Examples of where it can be used
Qualities - truthful - has truth as a dominant strategy - Pareto efficient - makes efficient choice (not including payments)
Under additional assumptions about the setting, can satisfy: - Weak budget balance - Interim individual rationality
History - Vickrey was the first who defined them in auction settings - 2nd price auctions, Vickrey auctions - Clarke generalized it to a more general class of settings and defined pivotal mechanisms - Groves gave a more general class of such mechanisms.
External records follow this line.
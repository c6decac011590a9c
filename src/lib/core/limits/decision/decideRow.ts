import type { Distribution } from '../../distributions/summary';
import { inSi } from '../../units/unit';
import type { Allowance, Side } from '../allowance';
import { readDigits } from '../digits';
import type { LimitRow, LimitValue } from '../limit';
import type { LimitPolicy } from '../policy';
import { statedUncertainty } from '../statedUncertainty';
import { testLimit } from '../testLimit';
import { testYield } from '../testYield';
import type { DecidedLimit, LimitDecision } from './limitDecision';

/**
 * A computed row with the limits that a person decided in their place. Each keeps the machine's
 * derivation, ends it with the decision, and gets its own test limit and yield.
 */
export function decideRow(
	row: LimitRow,
	decided: DecidedLimit,
	{ rules, distribution }: { readonly rules: LimitPolicy; readonly distribution: Distribution }
): LimitRow {
	const { decision } = decided;
	const isTested = row.basis === 'tested' || rules.guardBand !== undefined;
	const uncertainty = testerUncertainty(decision, rules, distribution);
	const { unit, unitScale } = decision;
	const on = (side: Side): LimitValue | null => {
		const machine = row[side];
		const text = decision[side] ?? machine?.text;
		if (text === undefined) return null;
		const test = isTested
			? testLimit(readDigits(text), { side, rules, uncertainty, unit, unitScale })
			: undefined;
		if (machine !== null && decision[side] === null) {
			return test === undefined ? machine : { ...machine, test };
		}
		return decidedValue(machine, { side, text, test, decided });
	};
	const [minimum, maximum] = [on('minimum'), on('maximum')];
	const test = { minimum: minimum?.test?.value ?? null, maximum: maximum?.test?.value ?? null };
	return {
		...row,
		minimum,
		maximum,
		...(test.minimum === null && test.maximum === null
			? {}
			: { testYield: testYield(distribution, test) })
	};
}

/** U of the production tester: as it was decided, or else as the measurement sets state it. */
export function testerUncertainty(
	decision: Pick<LimitDecision, 'testerUncertainty'> | undefined,
	rules: LimitPolicy,
	distribution: Distribution
): Allowance {
	const decided = decision?.testerUncertainty ?? null;
	return decided === null
		? (statedUncertainty(distribution, rules).stated ?? { relative: 0 })
		: { absolute: decided };
}

function decidedValue(
	machine: LimitValue | null,
	{
		side,
		text,
		test,
		decided
	}: {
		readonly side: Side;
		readonly text: string;
		readonly test: LimitValue['test'];
		readonly decided: DecidedLimit;
	}
): LimitValue {
	const { unit, unitScale } = decided.decision;
	const value = readDigits(text);
	const printed = inSi(value, { symbol: unit, scale: unitScale });
	const said = machine === null ? 'The machine prints none' : `The machine prints ${machine.text}`;
	return {
		raw: machine?.raw ?? printed,
		printed,
		text,
		derivation: [
			...(machine?.derivation ?? []),
			{
				name: `Decided ${side}`,
				method: `${said}${machine === null ? '' : `\u00a0${unit}`}. ${decided.by}, ${decided.at.slice(0, 10)}: ${decided.reason}`,
				value,
				unit,
				text
			}
		],
		...(test === undefined ? {} : { test }),
		...(machine?.factor === undefined ? {} : { factor: machine.factor })
	};
}
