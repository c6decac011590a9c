import { findPendingMigrations } from '$lib/server/db/findPendingMigrations';
import type { RequestHandler } from './$types';

/** The database answers with its tables as this build knows them, and files can be written. */
export const GET: RequestHandler = async ({ locals }) => {
	const isReady = await Promise.all([
		findPendingMigrations(locals.db).then((pending) => pending === 0),
		locals.storage.isWritable()
	]).then(
		(answers) => !answers.includes(false),
		() => false
	);
	return new Response(isReady ? 'ready' : 'not ready', {
		status: isReady ? 200 : 503,
		headers: { 'content-type': 'text/plain', 'cache-control': 'no-store' }
	});
};
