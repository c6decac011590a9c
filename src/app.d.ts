import type { Asking } from '$lib/server/auth/requirePermission';
import type { Sessions } from '$lib/server/auth/sessions';
import type { SignInAttempts } from '$lib/server/auth/signInAttempts';
import type { Changes } from '$lib/server/work/changes';
import type { AuditHead } from '$lib/server/db/verifyAuditChain';
import type { Connection } from '$lib/server/db/database';
import type { Log } from '$lib/server/logging';
import type { Storage } from '$lib/server/storage/storage';

declare global {
	namespace App {
		interface Error {
			message: string;
			requestId?: string;
		}
		interface Locals extends Asking {
			db: Connection;
			storage: Storage;
			sessions: Sessions;
			signInAttempts: SignInAttempts;
			changes: Changes;
			/** The largest measurement file that is taken, in bytes. */
			uploadLimit: number;
			isDemo: boolean;
			/** The newest audit row as it is known outside the database. */
			auditHead: () => Promise<AuditHead | undefined>;
			sessionId: string | null;
			requestId: string;
			log: Log;
		}
	}
}

export {};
Groves mechanism - a direct transferable utility mechanism such that: - it selects the outcome that maximizes the total utility for all agents - every agent: - gets paid everyone else's utility under the allocation that is actually chosen, except his own (but he gets that directly as utility) - gets charged an amount based on an arbitrary function of the values of the other agents
Vickrey-Clarke-Groves (VCG) mechanism (aka Pivotal mechanism) - a Groves mechanism such that: - it selects the outcome that maximizes the total utility for all agents - every agent pays his "social cost": - gets paid everyone else's utility under the allocation that is actually chosen, except his own (but he gets that directly as utility) - gets charged everyone's utility in the world where he doesn't participate
In the VCG mechanism: - agents who don't affect the outcome pay 0 - (pivotal) agents who make things worse for others by existing, pay more than 0 - (pivotal) agents who make things better for others by existing, get paid
Truth telling is a dominant strategy under any Groves mechanism including the pivotal mechanism (a VCG mechanism)
Suppose that for all agents any utility function is possible. Then a Pareto efficient mechanism has truthful reporting as a dominant strategy for all agents and preferences only if it is Groves mechanism.
VCG requires agents to fully reveal their private information. This private information may have value to agents that extends beyond the current interaction. For example, the agents may know that they will compete with each other again in the future.
Susceptibility to collusion
Agents can benefit by colluding. For example 2 agents can increase their valuation for an outcome, which will decrease their payment.
VCG is not frugal
The gap between agent's true cost and the payment they could receive under VCG is unbounded. VCG can end up paying arbitrarily more than an agent is willing to accept (or equivalently charging arbitrarily less than an agent is willing to pay).
Revenue Monotonicity Violated
Revenue always weakly increases as agents are added. An agent could pretend to be 2 agents and eliminate his payment. (Sybil attack)
Cannot Return All Revenue to Agents
We might want to find some way of returning the mechanism's profits back the agents. However, the possibility of receiving a rebate after the mechanism has been run changes the agents' incentives.
The VCG mechanism is ex-post individual rational when the choice set monotonicity and no negative externalities properties hold.
An environment exhibits choice-set monotonicity if for all agents the set of outcomes that are achievable without that agent present is a weak subset of the set of outcomes that are possible when that agent is present.
An environment exhibits no negative externalitites if for all agents and all choices that can be made without that agent, the agent's own valuation for each of these choices is non-negative.
The VCG mechanism is weakly budget-balanced when the no single-agent effect property holds.
No single-agent effect - if I drop an agent i and then I pick some other choice instead without i, everybody other than i is at least as happy with the new choice as with the old choice.
Theorem (Krishna & Perry, 1998)
In any Bayesian game setting in which VCG is ex post individually rational, VCG collects at least as much revenue as any other efficient and ex interim individually-rational mechanism.
A useful corollary: VCG is as budget balanced as any efficient mechanism can be: it satisfies weak budget balance in every case where any dominant strategy, efficient and ex interim individually-rational mechanism is able to.